📐 Angle Chasing
Angle chasing is the systematic process of finding unknown angles using known relationships. It’s one of the most common problem types in AMC geometry.
🎯 Key Angle Relationships
Triangle Angle Sum
Fundamental: The sum of angles in any triangle is $180°$.
Applications:
- Find third angle when two are known
- Prove angles are equal by showing they’re both $180° - \text{other angles}$
- Use in angle chasing chains
Parallel Line Theorems
When two lines are parallel:
| Relationship | Description | Example |
|---|---|---|
| Corresponding | Angles in same position | $\angle 1 = \angle 5$ |
| Alternate Interior | Angles on opposite sides, between lines | $\angle 3 = \angle 6$ |
| Same-Side Interior | Angles on same side, between lines | $\angle 3 + \angle 5 = 180°$ |
| Alternate Exterior | Angles on opposite sides, outside lines | $\angle 1 = \angle 7$ |
Exterior Angle Theorem
Key Insight: An exterior angle equals the sum of the two non-adjacent interior angles.

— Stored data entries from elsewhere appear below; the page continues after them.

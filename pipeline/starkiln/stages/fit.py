"""From stars to posterior draws, a block at a time."""

from __future__ import annotations

from collections.abc import Iterator
from dataclasses import dataclass

import numpy as np

from starkiln.inference.arithmetic import log_array
from starkiln.inference.ensemble import Draws, Stopping, chain_bytes, sample_block
from starkiln.inference.posterior import HALF_LN_2PI, Block
from starkiln.inference.streams import star_streams
from starkiln.settings import Settings
from starkiln.stages.model import FitModel
from starkiln.stages.stars import Stars

MEMORY_SHARE = 0.3  # of a worker's memory that a block's chains may take
TYPICAL_STEPS = 256
LARGEST_BLOCK = 256


@dataclass(frozen=True)
class Fitted:
    """Stars that have been sampled together and finished together.

    Attributes
    ----------
    first
        Row of the block's first star; ``draws.stars`` counts from it.
    block
        The data of the finished stars, in the order of ``draws``.
    """

    first: int
    block: Block
    draws: Draws


def block_stars(settings: Settings) -> int:
    """Return how many stars to sample together, by the memory of a worker."""
    one = chain_bytes(TYPICAL_STEPS, settings.sampling.walkers, 3)
    return int(np.clip(MEMORY_SHARE * settings.compute.memory_per_worker_bytes / one, 1, LARGEST_BLOCK))


def fit(stars: Stars, model: FitModel, settings: Settings) -> Iterator[Fitted]:
    """Sample every star, yielding those of a block that finish together."""
    stopping = Stopping(settings.sampling.effective_samples, settings.sampling.max_steps)
    size = block_stars(settings)
    memory_bytes = MEMORY_SHARE * settings.compute.memory_per_worker_bytes
    for first in range(0, len(stars), size):
        some = stars.take(slice(first, first + size))
        block = pack_block(some, model, settings)
        streams = star_streams(some.ids, settings.run.seed, b"photometry")
        for draws in sample_block(
            block, model.grid, model.prior, streams, settings.sampling.walkers, stopping, memory_bytes
        ):
            yield Fitted(first, block.take(draws.stars), draws)


def pack_block(stars: Stars, model: FitModel, settings: Settings) -> Block:
    """Arrange stars as the kernels read them: each star's usable bands first, fluxes in units of their errors."""
    order = np.argsort(~stars.usable, axis=1, kind="stable")

    def packed(values: np.ndarray) -> np.ndarray:
        return np.ascontiguousarray(np.take_along_axis(values, order, axis=1))

    error_jy, limit, usable = packed(stars.error_jy), packed(stars.limit), packed(stars.usable)
    measured = usable & ~limit
    prior = settings.model.extinction.prior
    inverse_variance, rate = np.zeros(len(stars)), np.zeros(len(stars))
    if prior in ("half-normal", "gaussian"):
        inverse_variance = stars.av_scale**-2.0
    elif prior == "exponential":
        rate = 1.0 / stars.av_scale
    terms = np.where(measured, -log_array(error_jy) - HALF_LN_2PI, 0.0)
    log_norm = np.zeros(len(stars))
    for column in terms.T:
        log_norm += column
    return Block(
        n_bands=usable.sum(axis=1),
        band=order,
        scaled_flux=packed(stars.flux_jy) / error_jy,
        inverse_error=1.0 / error_jy,
        floor=model.floor[order],
        limit=limit,
        av_mean=stars.av_mean,
        av_inverse_variance=inverse_variance,
        av_rate=rate,
        av_fixed=stars.av_mean,
        factor_scale=np.ones(len(stars)),
        log_norm=log_norm,
    )
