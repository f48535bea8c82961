"""The passbands of a run and the table of their fluxes: what of a model knows no sampler and compiles nothing."""

from __future__ import annotations

from starkiln.errors import SettingsError, UnknownPassband, nearest
from starkiln.physics.bandtable import BandTable, build_band_table
from starkiln.physics.extinction import law_names
from starkiln.physics.passbands import Passband, builtin_names, load_passband, read_passband, zero_point_jy
from starkiln.settings import Settings
from starkiln.settings.models import PhotometryColumns


def build_bands(settings: Settings) -> tuple[dict[str, Passband], BandTable]:
    """Return the passbands by label, in the order of the settings, and the table of their fluxes.

    Raises
    ------
    SettingsError
        If a passband, a zero point or the extinction law is not known, or there are too few walkers.
    """
    passbands = {
        band.label: _passband(settings, band, f"input.photometry[{place}]")
        for place, band in enumerate(settings.input.photometry)
    }
    extinction = settings.model.extinction
    if extinction.law not in law_names():
        raise SettingsError(
            f"model.extinction.law: no law is named {extinction.law!r}{nearest(extinction.law, law_names())}; "
            f"known are {', '.join(law_names())}"
        )
    n_parameters = 2 if extinction.prior == "fixed" else 3
    if settings.sampling.walkers < 2 * (n_parameters + 1):
        raise SettingsError(
            f"sampling.walkers is {settings.sampling.walkers}: {n_parameters} parameters need at least "
            f"{2 * (n_parameters + 1)}"
        )
    teff_min, teff_max = settings.model.temperature_k
    table = build_band_table(
        list(passbands.values()), teff_min, teff_max, extinction.max, extinction.law, extinction.rv
    )
    return passbands, table


def _passband(settings: Settings, band: PhotometryColumns, key: str) -> Passband:
    own = {file.name: file for file in settings.passband}
    if band.passband in own:
        file = own[band.passband]
        passband = read_passband(
            file.curve, file.name, file.detector, file.zero_point_jy, file.zero_point_error, file.source
        )
    else:
        try:
            passband = load_passband(band.passband)
        except UnknownPassband as error:
            near = nearest(band.passband, own) if band.passband not in builtin_names() else ""
            raise UnknownPassband(f"{key}.passband: {error}{near}") from None
    if band.system is not None and band.zero_point_jy is None:
        try:
            zero_point_jy(passband, band.system)
        except SettingsError as error:
            raise SettingsError(f"{key}.system: {error}") from None
    return passband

Formula: $\angle ACD = \angle A + \angle B$ (where $D$ is on extension of $BC$)
Inscribed Angle Theorem
Fundamental: An inscribed angle is half the measure of its intercepted arc.
Special Cases:
- Angle inscribed in semicircle is right angle
- Angles inscribed in same arc are equal
- Opposite angles in cyclic quadrilateral sum to $180°$
🔍 Micro-Examples
Triangle Angle Sum
In $\triangle ABC$, if $\angle A = 50°$ and $\angle B = 70°$, then $\angle C = 180° - 50° - 70° = 60°$.
Parallel Lines
If $AB \parallel CD$ and $\angle 1 = 40°$, then $\angle 2 = 40°$ (corresponding angles).
Exterior Angle
In $\triangle ABC$, if $\angle A = 30°$ and $\angle B = 50°$, then exterior angle at $C$ is $30° + 50° = 80°$.
Inscribed Angle
If arc $AB$ measures $100°$, then inscribed angle $\angle ACB$ measures $50°$.
⚠️ Common Traps
Pitfall: Assuming parallel lines without proof
- Fix: Look for equal corresponding angles or use given information
Pitfall: Confusing inscribed and central angles
- Fix: Inscribed angle is half the arc, central angle equals the arc
Pitfall: Wrong angle sum in polygons
- Fix: Triangle sum is $180°$, quadrilateral sum is $360°$
Pitfall: Forgetting about supplementary angles
- Fix: Linear pairs sum to $180°$, same-side interior angles sum to $180°$
🎯 AMC-Style Worked Example
Problem: In the figure, $AB \parallel CD$, $\angle BAE = 40°$, and $\angle DCE = 60°$. Find $\angle AEC$.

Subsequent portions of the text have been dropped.